» **Work request**: Look below for lines that hold the string "blocks" and copy each one.

» **Recorded information**:
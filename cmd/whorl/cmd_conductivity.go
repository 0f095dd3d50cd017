package main

import (
	"context"
	"encoding/csv"
	"errors"
	"flag"
	"fmt"
	"io"
	"math"
	"os"
	"sort"
	"strconv"
	"strings"
	"text/tabwriter"

	"whorl/impedance"
	"whorl/internal/version"
	"whorl/units"
)

// Commands of this file: model diagram, conductivity calibrate/measure,
// coating calibrate/measure, advise. File formats: docs/conductivity.md.

func init() {
	register(&command{
		name:     "model diagram",
		synopsis: "draw an impedance-plane diagram (conductivity, lift-off, thickness, permeability or frequency curves)",
		usage:    "whorl model diagram [flags] -o FIG.png|svg|pdf",
		help: `Computes a family of impedance-plane curves of a surface coil above a
single layer (or half-space) with the Dodd–Deeds planar model, in normalised
coordinates ΔR/X0 and X/X0, and draws them (PNG, SVG or PDF by the file
extension of -o) or writes them as CSV (--csv FILE, or stdout without -o)
or JSON (--json).

Families (--family):
  conductivity  σ varies along each curve; one curve per --curve lift-off
                (default: --liftoff). Default span: ωμ0σr̄² from 0.01 to 1e4.
  liftoff       lift-off varies; one curve per --curve conductivity
                (default: the --layer conductivity).
  thickness     plate thickness varies (default 0.05δ to 5δ).
  permeability  μr varies (default 1 to 100).
  frequency     frequency varies (each point normalised at its own X0).
--from/--to/--points set the span along the curves, in the family's units.

Examples:
  whorl model diagram --inner-radius 1mm --outer-radius 2.5mm --coil-length 1.5mm \
      --turns 200 --liftoff 0.3mm --freq 60kHz --curve 0.2mm --curve 0.5mm -o cond.png
  whorl model diagram --probe probe.json --family liftoff --freq 60kHz \
      --curve 30%IACS --curve 61%IACS --csv lines.csv
  whorl model diagram --probe probe.json --family thickness --freq 20kHz \
      --layer inf:43%IACS -o thick.svg`,
		setFlags: func(fs *flag.FlagSet) {
			condCoilFlags(fs)
			fs.String("freq", "", "frequency (e.g. 60kHz); required except for --family frequency")
			fs.String("family", "conductivity", "curve family: conductivity, liftoff, thickness, permeability or frequency")
			fs.Var(&stringList{}, "layer", "specimen T:SIGMA[:MUR], T a thickness or inf, e.g. inf:43%IACS or 1.6mm:17.4MS/m (one layer)")
			fs.Var(&stringList{}, "curve", "value labelling one curve (repeatable): a lift-off for --family conductivity, else a conductivity")
			fs.String("from", "", "first value along the curves (family units)")
			fs.String("to", "", "last value along the curves (family units)")
			fs.Int("points", 40, "points per curve (spaced evenly in logarithm)")
			fs.String("o", "", "write the figure to this .png, .svg or .pdf file")
			fs.String("csv", "", "write the curve data to this CSV file")
			fs.Bool("json", false, "print the curve data as JSON")
			fs.Float64("model-tol", 1e-8, "relative accuracy of the coil model")
		},
		run: runModelDiagram,
	})
	register(&command{
		name:     "conductivity calibrate",
		synopsis: "fit a conductivity set-up from readings on certified blocks (and shims)",
		usage:    "whorl conductivity calibrate --probe PROBE.json --blocks BLOCKS.csv [--shims SHIMS.csv] --readings CAL.csv -o SETUP.json",
		help: `Fits the instrument transform V = g·Zn + c of every frequency (gain,
rotation and offset) and, by default, the effective lift-off of the probe, to
readings on reference blocks of certified conductivity, bare and under
certified shims, by nonlinear least squares on the Dodd–Deeds planar model.
Prints the fit, the residual of every reading and warnings; writes the
set-up for 'whorl conductivity measure'. An "air" reading (block_id air)
pins the offset and is recommended.
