func (p *Procedure) validate(file string) error {
	bad := func(field, format string, a ...any) error { return fieldErr(file, field, format, a...) }
	switch {
	case p.ID == "":
		return bad("id", "missing: the procedure needs an identifier")
	case p.Revision == "":
		return bad("revision", "missing: the procedure needs a revision")
	case p.CodeEdition == "":
		return bad("code_edition", "missing: name the code and edition the procedure follows")
	case len(p.Channels) == 0:
		return bad("channels", "empty: list the channels the procedure analyses")
	}
	switch p.Lobe {
	case "", LobeLater, LobeEarlier:
	default:
		return bad("lobe", "%q: expected %q or %q", p.Lobe, LobeLater, LobeEarlier)
	}
	switch p.ProbeDirection {
	case "", "pull", "push":
	default:
		return bad("probe_direction", "%q: expected pull or push", p.ProbeDirection)
	}
	names := map[string]string{} // name → "channel" or "mix"
	for i, c := range p.Channels {
		at := fmt.Sprintf("channels[%d]", i)
		if c.Name == "" {
			return bad(at+".name", "missing")
		}
		if _, dup := names[c.Name]; dup {
			return bad(at+".name", "%q: duplicate channel", c.Name)
		}
		names[c.Name] = "channel"
		if !pos(c.FreqHz) {
			return bad(at+".freq_hz", "%v: expected a positive frequency in Hz", c.FreqHz)
		}
		if m := strings.ToLower(c.Mode); m != "differential" && m != "absolute" {
			return bad(at+".mode", "%q: expected differential or absolute", c.Mode)
		}
		switch c.Role {
		case RolePrime, RoleAbsolute, RoleMixInput, RoleLandmark, RoleAuxiliary:
		default:
			return bad(at+".role", "%q: expected prime, absolute, mix-input, landmark or auxiliary", c.Role)
		}
	}
	if len(p.ChannelsWithRole(RolePrime)) != 1 {
		return bad("channels", "expected exactly one channel with role prime, found %d", len(p.ChannelsWithRole(RolePrime)))
	}
	isChannel := func(n string) bool { return names[n] == "channel" }
	for i, m := range p.Mixes {
		at := fmt.Sprintf("mixes[%d]", i)
		if m.Name == "" {
			return bad(at+".name", "missing")
		}
		if _, dup := names[m.Name]; dup {
			return bad(at+".name", "%q: already used by a channel or mix", m.Name)
		}
		if !isChannel(m.Primary) {
			return bad(at+".primary", "%q: not a channel of the procedure", m.Primary)
		}
		if len(m.Inputs) == 0 || len(m.Inputs) > 2 {
			return bad(at+".inputs", "%d inputs: a mix takes one or two inputs besides the primary", len(m.Inputs))
		}
		for k, in := range m.Inputs {
			if !isChannel(in) || in == m.Primary {
				return bad(fmt.Sprintf("%s.inputs[%d]", at, k), "%q: expected a channel of the procedure other than the primary", in)
			}
		}
		if m.Form != "affine" && m.Form != "rotate-scale" {
			return bad(at+".form", "%q: expected affine or rotate-scale", m.Form)
		}
		if len(m.TrainingFlaws) == 0 {
			return bad(at+".training_flaws", "empty: name the standard flaws (e.g. the support ring) the mix is trained on")
		}
		if !pos(m.WindowM) {
			return bad(at+".window_m", "%v: expected a positive window length in metres", m.WindowM)
		}
		if !finite(m.ResidueWindowM) || m.ResidueWindowM < 0 {
			return bad(at+".residue_window_m", "%v: expected 0 (none) or a positive length in metres", m.ResidueWindowM)
		}
		names[m.Name] = "mix"
	}
	known := func(n string) bool { _, ok := names[n]; return ok }
	if !isChannel(p.Locate.Channel) {
		return bad("locate.channel", "%q: not a channel of the procedure", p.Locate.Channel)
	}
	if !pos(p.Locate.WindowM) {
		return bad("locate.window_m", "%v: expected a positive length in metres", p.Locate.WindowM)
	}
	if !pos(p.Locate.ToleranceM) {
		return bad("locate.tolerance_m", "%v: expected a positive length in metres", p.Locate.ToleranceM)
	}
	if !finite(p.Locate.MinFraction) || p.Locate.MinFraction <= 0 || p.Locate.MinFraction >= 1 {
		return bad("locate.min_fraction", "%v: expected a fraction between 0 and 1", p.Locate.MinFraction)
	}
	if len(p.Setups) == 0 {
		return bad("setups", "empty: at least the prime channel needs a set-up")
	}
	setups := map[string]bool{}
	for i, s := range p.Setups {
		at := fmt.Sprintf("setups[%d]", i)
		if !known(s.Channel) {
			return bad(at+".channel", "%q: not a channel or mix of the procedure", s.Channel)
		}
		if setups[s.Channel] {
			return bad(at+".channel", "%q: a second set-up for the same channel", s.Channel)
		}
		setups[s.Channel] = true
		if s.Rotation.Reference == "" {
			return bad(at+".rotation.reference", "missing: name the standard flaw the rotation is set on")
		}
		if !finite(s.Rotation.AngleDeg) || s.Rotation.AngleDeg < -360 || s.Rotation.AngleDeg > 360 {
			return bad(at+".rotation.angle_deg", "%v: expected an angle from -360 to 360 degrees", s.Rotation.AngleDeg)
		}
		if s.Normalisation.Reference == "" {
			return bad(at+".normalisation.reference", "missing: name the standard flaw the gain is set on")
		}
		if !pos(s.Normalisation.Vpp) {
			return bad(at+".normalisation.vpp", "%v: expected a positive voltage", s.Normalisation.Vpp)
		}
		curves := map[string]bool{}
		for k, c := range s.Curves {
			cat := fmt.Sprintf("%s.curves[%d]", at, k)
			if c.Name == "" {
				return bad(cat+".name", "missing")
			}
			if curves[c.Name] {
				return bad(cat+".name", "%q: duplicate curve name on this channel", c.Name)
			}
			curves[c.Name] = true
			if err := c.check(); err != nil {
				return bad(cat, "%v", err)
			}
		}
		if s.Liftoff != nil {
			if s.Liftoff.Reference == "" {
				return bad(at+".liftoff.reference", "missing: name a standard flaw, scan-start or scan-end")
			}
			if !pos(s.Liftoff.WindowM) {
				return bad(at+".liftoff.window_m", "%v: expected a positive length in metres", s.Liftoff.WindowM)
			}
		}
		if s.SizingCurve != "" && !curves[s.SizingCurve] {
			return bad(at+".sizing_curve", "%q: not one of this set-up's curves", s.SizingCurve)
		}
	}
	if p.Setup(p.ChannelsWithRole(RolePrime)[0]) == nil {
		return bad("setups", "the prime channel %q has no set-up", p.ChannelsWithRole(RolePrime)[0])
	}
	if len(p.Detection) == 0 {
		return bad("detection", "empty: at least the prime channel needs a detection threshold")
	}
	for i, d := range p.Detection {
		at := fmt.Sprintf("detection[%d]", i)
		if !setups[d.Channel] {
			return bad(at+".channel", "%q: detection needs a channel or mix with a set-up (thresholds are in calibrated volts)", d.Channel)
		}
		if !pos(d.ThresholdVpp) {
			return bad(at+".threshold_vpp", "%v: expected a positive voltage", d.ThresholdVpp)
		}
		if !pos(d.WindowM) {
			return bad(at+".window_m", "%v: expected a positive length in metres", d.WindowM)
		}
		switch d.Zone {
		case "", ZoneAll, ZoneLandmarks, ZoneFreeSpan:
		default:
			return bad(at+".zone", "%q: expected all, landmarks or free-span", d.Zone)
		}
	}
	for i, a := range p.Alarms {
		at := fmt.Sprintf("alarms[%d]", i)
		if a.Name == "" {
			return bad(at+".name", "missing")
		}
		if !setups[a.Channel] {
			return bad(at+".channel", "%q: an alarm region needs a channel or mix with a set-up", a.Channel)
		}
		for _, v := range []float64{a.MinPhaseDeg, a.MaxPhaseDeg, a.MinVpp, a.MaxVpp, a.XMinV, a.XMaxV, a.YMinV, a.YMaxV} {
			if !finite(v) {
				return bad(at, "non-finite limit %v", v)
			}
		}
		switch a.Kind {
		case AlarmSector:
			if !(a.MinVpp > 0) {
				return bad(at+".min_vpp", "%v: a sector needs a positive minimum Vpp", a.MinVpp)
			}
			if a.MaxVpp != 0 && a.MaxVpp <= a.MinVpp {
				return bad(at+".max_vpp", "%v: expected 0 (no limit) or more than min_vpp %v", a.MaxVpp, a.MinVpp)
			}
		case AlarmBox:
			if a.XMaxV <= a.XMinV || a.YMaxV <= a.YMinV {
				return bad(at, "box [%v, %v] × [%v, %v] V: expected x_min < x_max and y_min < y_max", a.XMinV, a.XMaxV, a.YMinV, a.YMaxV)
			}
			if a.XMinV <= 0 && a.XMaxV >= 0 && a.YMinV <= 0 && a.YMaxV >= 0 {
				return bad(at, "box contains the origin, so every window would trip it")
			}
		default:
			return bad(at+".kind", "%q: expected sector or box", a.Kind)
		}
	}
	lm := p.Landmarks
	if !isChannel(lm.Channel) {
		return bad("landmarks.channel", "%q: not a channel of the procedure", lm.Channel)
	}
	if lm.Reference == "" {
		return bad("landmarks.reference", "missing: name the standard flaw (support ring) that scales landmark signals")
	}
	if !finite(lm.Fraction) || lm.Fraction <= 0 || lm.Fraction > 1 {
		return bad("landmarks.fraction", "%v: expected a fraction in (0, 1]", lm.Fraction)
	}
	for _, f := range []struct {
		n string
		v float64
	}{{"window_m", lm.WindowM}, {"min_spacing_m", lm.MinSpacingM}, {"extended_m", lm.ExtendedM}} {
		if !pos(f.v) {
			return bad("landmarks."+f.n, "%v: expected a positive length in metres", f.v)
		}
	}
	c := p.Classification
	switch {
	case !finite(c.SupportZoneM) || c.SupportZoneM < 0:
		return bad("classification.support_zone_m", "%v: expected a non-negative length in metres", c.SupportZoneM)
	case !finite(c.FlawPhaseDeg[0]) || !finite(c.FlawPhaseDeg[1]) || c.FlawPhaseDeg[0] >= c.FlawPhaseDeg[1]:
		return bad("classification.flaw_phase_deg", "%v: expected [low, high] degrees with low < high", c.FlawPhaseDeg)
	case !finite(c.GeometryBandDeg) || c.GeometryBandDeg < 0 || c.GeometryBandDeg >= 90:
		return bad("classification.geometry_band_deg", "%v: expected 0 to 90 degrees", c.GeometryBandDeg)
	case !finite(c.GeometryMinVpp) || c.GeometryMinVpp < 0:
		return bad("classification.geometry_min_vpp", "%v: expected a non-negative voltage", c.GeometryMinVpp)
	case !finite(c.GeometryMaxCross) || c.GeometryMaxCross <= 0 || c.GeometryMaxCross > 1:
		return bad("classification.geometry_max_cross", "%v: expected a fraction in (0, 1]", c.GeometryMaxCross)
	case !finite(c.ResidueMaxVpp) || c.ResidueMaxVpp < 0:
		return bad("classification.residue_max_vpp", "%v: expected a non-negative voltage", c.ResidueMaxVpp)
	case !finite(c.ZonePhaseMarginDeg) || c.ZonePhaseMarginDeg < 0 || c.ZonePhaseMarginDeg >= 90:
		return bad("classification.zone_phase_margin_deg", "%v: expected 0 (no zone band) to 90 degrees", c.ZonePhaseMarginDeg)
	case !finite(c.ZoneMinSNR) || c.ZoneMinSNR < 0 || c.ZoneMinSNR > c.MinSNR:
		return bad("classification.zone_min_snr", "%v: expected 0 (no zone rule) up to min_snr %v", c.ZoneMinSNR, c.MinSNR)
	case !finite(c.DepositRatio) || c.DepositRatio <= 0:
		return bad("classification.deposit_ratio", "%v: expected a positive ratio", c.DepositRatio)
	case !finite(c.MinSNR) || c.MinSNR < 0:
		return bad("classification.min_snr", "%v: expected a non-negative ratio", c.MinSNR)
	case !pos(c.NoiseWindowM):
		return bad("classification.noise_window_m", "%v: expected a positive length in metres", c.NoiseWindowM)
	}
	if !finite(p.ReportingPct) || p.ReportingPct < 0 || p.ReportingPct > 100 {
		return bad("reporting_threshold_pct", "%v: expected 0 to 100 %%TW", p.ReportingPct)
	}
	ck := p.Check
	switch {
	case !pos(ck.PhaseTolDeg) || ck.PhaseTolDeg > 180:
		return bad("check.phase_tol_deg", "%v: expected a positive tolerance up to 180 degrees", ck.PhaseTolDeg)
	case !pos(ck.AmplitudeTolPct):
		return bad("check.amplitude_tol_pct", "%v: expected a positive tolerance in percent", ck.AmplitudeTolPct)
	case !finite(ck.MaxElapsedS) || ck.MaxElapsedS < 0:
		return bad("check.max_elapsed_s", "%v: expected a non-negative time in seconds (0: 4 h)", ck.MaxElapsedS)
	}
	for i, c := range ck.Channels {
		if !setups[c] {
			return bad(fmt.Sprintf("check.channels[%d]", i), "%q: not a channel or mix with a set-up", c)
		}
	}
	if p.Conductivity != nil {
		if err := p.Conductivity.validate(); err != nil {
			return bad("conductivity", "%v", err)
		}
	}
	return nil
}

» **Written solution**:
		synopsis: "fit a conductivity set-up from readings on certified blocks (and shims)",
		usage:    "whorl conductivity calibrate --probe PROBE.json --blocks BLOCKS.csv [--shims SHIMS.csv] --readings CAL.csv -o SETUP.json",
readings on reference blocks of certified conductivity, bare and under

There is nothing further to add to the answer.